■ **Work task**: Print every entry exactly as written.

■ **Data extracts**:
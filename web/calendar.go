package web

import (
	"strconv"
	"time"

	"beamledger/scheduling"
)

// A calendar column is one day of one instrument, cut into slots of the instrument's
// booking grid. Slots are stepped in elapsed time from the column's local midnight to
// the next, so a day on which the clocks go forward has fewer slots and one on which
// they go back has more, each labelled with its own local time and offset.

// Slot is one free-or-taken step of a column.
type Slot struct {
	Row          int    // 1-based grid row
	Start, End   string // RFC 3339 with the facility offset
	Label        string // "09:15"
	OnHour       bool   // the first slot of a local hour: labelled on the page
	Repeated     bool   // in the hour that repeats when the clocks go back
	OutOfHours   bool   // outside the instrument's opening hours
	Past         bool   // ended before now
	Description  string // for screen readers: "Mon 30 Mar 09:15–09:30, out of hours"
	InstrumentID string
}

// Block is a booking drawn over the slots it covers, clipped to the column.
type Block struct {
	Row, Span    int
	ID           string
	InstrumentID string
	Kind         string
	Start, End   string // RFC 3339 with the facility offset, unclipped
	Label        string // "09:00–13:00"
	Mine         bool
	// Detail is the project code or note, shown only to those who may read the booking.
	Detail string
	// Changeable: the viewer may move, extend or cancel it.
	Changeable bool
}

// Column is one day of one instrument.
type Column struct {
	Heading      string // "Mon 30 Mar" or an instrument code
	InstrumentID string
	Date         string // YYYY-MM-DD, local
	Slots        []Slot
	Blocks       []Block
	// ClockNote says when the day is not 24 hours long.
	ClockNote string
}

// BookingView is what the calendar knows of a booking before drawing it.
type BookingView struct {
	scheduling.Booking
	Mine, Changeable bool
	Detail           string
}

// ColumnInput is what BuildColumn needs: plain values, no storage.
type ColumnInput struct {
	Heading      string
	InstrumentID string
	Day          time.Time // any instant on the local day
	Loc          *time.Location
	Slot         time.Duration
	OpeningHours []scheduling.ClockWindow
	Now          time.Time
	Bookings     []BookingView
}

// LocalMidnight is the first instant of t's local day in loc.
func LocalMidnight(t time.Time, loc *time.Location) time.Time {
	t = t.In(loc)
	return time.Date(t.Year(), t.Month(), t.Day(), 0, 0, 0, 0, loc)
}

// BuildColumn cuts one local day into slots and places the bookings over them.
func BuildColumn(in ColumnInput) Column {
	from := LocalMidnight(in.Day, in.Loc)
	to := LocalMidnight(from.AddDate(0, 0, 1), in.Loc)
	col := Column{Heading: in.Heading, InstrumentID: in.InstrumentID, Date: from.Format(time.DateOnly)}
	switch h := to.Sub(from).Hours(); {
	case h < 24:
		col.ClockNote = "the clocks go forward: this day has " + hoursText(h)
	case h > 24:
		col.ClockNote = "the clocks go back: this day has " + hoursText(h) + ", one hour runs twice"
	}
	seen := map[string]bool{}
	row := 0
	for t := from; t.Before(to); t = t.Add(in.Slot) {
		row++
		end := t.Add(in.Slot)
		local := t.In(in.Loc)
		label := local.Format("15:04")
		s := Slot{Row: row, Start: local.Format(time.RFC3339), End: end.In(in.Loc).Format(time.RFC3339), Label: label,
			OnHour: local.Minute() == 0 || row == 1, Repeated: seen[label], Past: !end.After(in.Now), InstrumentID: in.InstrumentID}
		seen[label] = true
		if s.Repeated {
			s.Label = label + " " + local.Format("-07")
		}
		s.OutOfHours = !scheduling.Inside(in.OpeningHours, t, end, in.Loc)
		s.Description = local.Format("Mon 2 Jan ") + s.Label + "–" + end.In(in.Loc).Format("15:04")
		if s.OutOfHours {
			s.Description += ", out of hours"
		}
		col.Slots = append(col.Slots, s)
	}
	for _, b := range in.Bookings {
		if !b.Start.Before(to) || !b.End.After(from) {
			continue
		}
		start, end := b.Start, b.End
		if start.Before(from) {
			start = from
		}
		if end.After(to) {
			end = to
		}
		first := int(start.Sub(from)/in.Slot) + 1
		last := int((end.Sub(from) + in.Slot - 1) / in.Slot)
		col.Blocks = append(col.Blocks, Block{Row: first, Span: max(1, last-first+1), ID: b.ID, InstrumentID: b.InstrumentID,
			Kind: string(b.Kind), Start: b.Start.In(in.Loc).Format(time.RFC3339), End: b.End.In(in.Loc).Format(time.RFC3339),
			Label: b.Start.In(in.Loc).Format("15:04") + "–" + b.End.In(in.Loc).Format("15:04"), Mine: b.Mine, Detail: b.Detail,
			Changeable: b.Changeable})
	}
	return col
}

func hoursText(h float64) string {
	return strconv.FormatFloat(h, 'f', -1, 64) + " hours"
}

■ **Output of the task**:
filename web/calendar.go
package web

import (
	"strconv"
	"time"

	"beamledger/scheduling"
)

// A calendar column is one day of one instrument, cut into slots of the instrument's
// booking grid. Slots are stepped in elapsed time from the column's local midnight to
// the next, so a day on which the clocks go forward has fewer slots and one on which
// they go back has more, each labelled with its own local time and offset.

// Slot is one free-or-taken step of a column.
type Slot struct {
	Row          int    // 1-based grid row
	Start, End   string // RFC 3339 with the facility offset
	Label        string // "09:15"
	OnHour       bool   // the first slot of a local hour: labelled on the page
	Repeated     bool   // in the hour that repeats when the clocks go back
	OutOfHours   bool   // outside the instrument's opening hours
	Past         bool   // ended before now
	Description  string // for screen readers: "Mon 30 Mar 09:15–09:30, out of hours"
	InstrumentID string
}

// Block is a booking drawn over the slots it covers, clipped to the column.
type Block struct {
	Row, Span    int
	ID           string
	InstrumentID string
	Kind         string
	Start, End   string // RFC 3339 with the facility offset, unclipped
	Label        string // "09:00–13:00"
	Mine         bool
	// Detail is the project code or note, shown only to those who may read the booking.
	Detail string
	// Changeable: the viewer may move, extend or cancel it.
	Changeable bool
}

// Column is one day of one instrument.
type Column struct {
	Heading      string // "Mon 30 Mar" or an instrument code
	InstrumentID string
	Date         string // YYYY-MM-DD, local
	Slots        []Slot
	Blocks       []Block
	// ClockNote says when the day is not 24 hours long.
	ClockNote string
}

// BookingView is what the calendar knows of a booking before drawing it.
type BookingView struct {
	scheduling.Booking
	Mine, Changeable bool
	Detail           string
}

// ColumnInput is what BuildColumn needs: plain values, no storage.
type ColumnInput struct {
	Heading      string
	InstrumentID string
	Day          time.Time // any instant on the local day
	Loc          *time.Location
	Slot         time.Duration
	OpeningHours []scheduling.ClockWindow
	Now          time.Time
	Bookings     []BookingView
}

// LocalMidnight is the first instant of t's local day in loc.
func LocalMidnight(t time.Time, loc *time.Location) time.Time {
	t = t.In(loc)
	return time.Date(t.Year(), t.Month(), t.Day(), 0, 0, 0, 0, loc)
}

// BuildColumn cuts one local day into slots and places the bookings over them.
func BuildColumn(in ColumnInput) Column {
	from := LocalMidnight(in.Day, in.Loc)
	to := LocalMidnight(from.AddDate(0, 0, 1), in.Loc)
	col := Column{Heading: in.Heading, InstrumentID: in.InstrumentID, Date: from.Format(time.DateOnly)}
	switch h := to.Sub(from).Hours(); {
	case h < 24:
		col.ClockNote = "the clocks go forward: this day has " + hoursText(h)
	case h > 24:
		col.ClockNote = "the clocks go back: this day has " + hoursText(h) + ", one hour runs twice"
	}
	seen := map[string]bool{}
	row := 0
	for t := from; t.Before(to); t = t.Add(in.Slot) {
		row++
		end := t.Add(in.Slot)
		local := t.In(in.Loc)
		label := local.Format("15:04")
		s := Slot{Row: row, Start: local.Format(time.RFC3339), End: end.In(in.Loc).Format(time.RFC3339), Label: label,
			OnHour: local.Minute() == 0 || row == 1, Repeated: seen[label], Past: !end.After(in.Now), InstrumentID: in.InstrumentID}
		seen[label] = true
		if s.Repeated {
			s.Label = label + " " + local.Format("-07")
		}
		s.OutOfHours = !scheduling.Inside(in.OpeningHours, t, end, in.Loc)
		s.Description = local.Format("Mon 2 Jan ") + s.Label + "–" + end.In(in.Loc).Format("15:04")
		if s.OutOfHours {
			s.Description += ", out of hours"
		}
		col.Slots = append(col.Slots, s)
	}
	for _, b := range in.Bookings {
		if !b.Start.Before(to) || !b.End.After(from) {
			continue
		}
		start, end := b.Start, b.End
		if start.Before(from) {
			start = from
		}
		if end.After(to) {
			end = to
		}
		first := int(start.Sub(from)/in.Slot) + 1
		last := int((end.Sub(from) + in.Slot - 1) / in.Slot)
		col.Blocks = append(col.Blocks, Block{Row: first, Span: max(1, last-first+1), ID: b.ID, InstrumentID: b.InstrumentID,
			Kind: string(b.Kind), Start: b.Start.In(in.Loc).Format(time.RFC3339), End: b.End.In(in.Loc).Format(time.RFC3339),
			Label: b.Start.In(in.Loc).Format("15:04") + "–" + b.End.In(in.Loc).Format("15:04"), Mine: b.Mine, Detail: b.Detail,
			Changeable: b.Changeable})
	}
	return col
}

func hoursText(h float64) string {
	return strconv.FormatFloat(h, 'f', -1, 64) + " hours"
}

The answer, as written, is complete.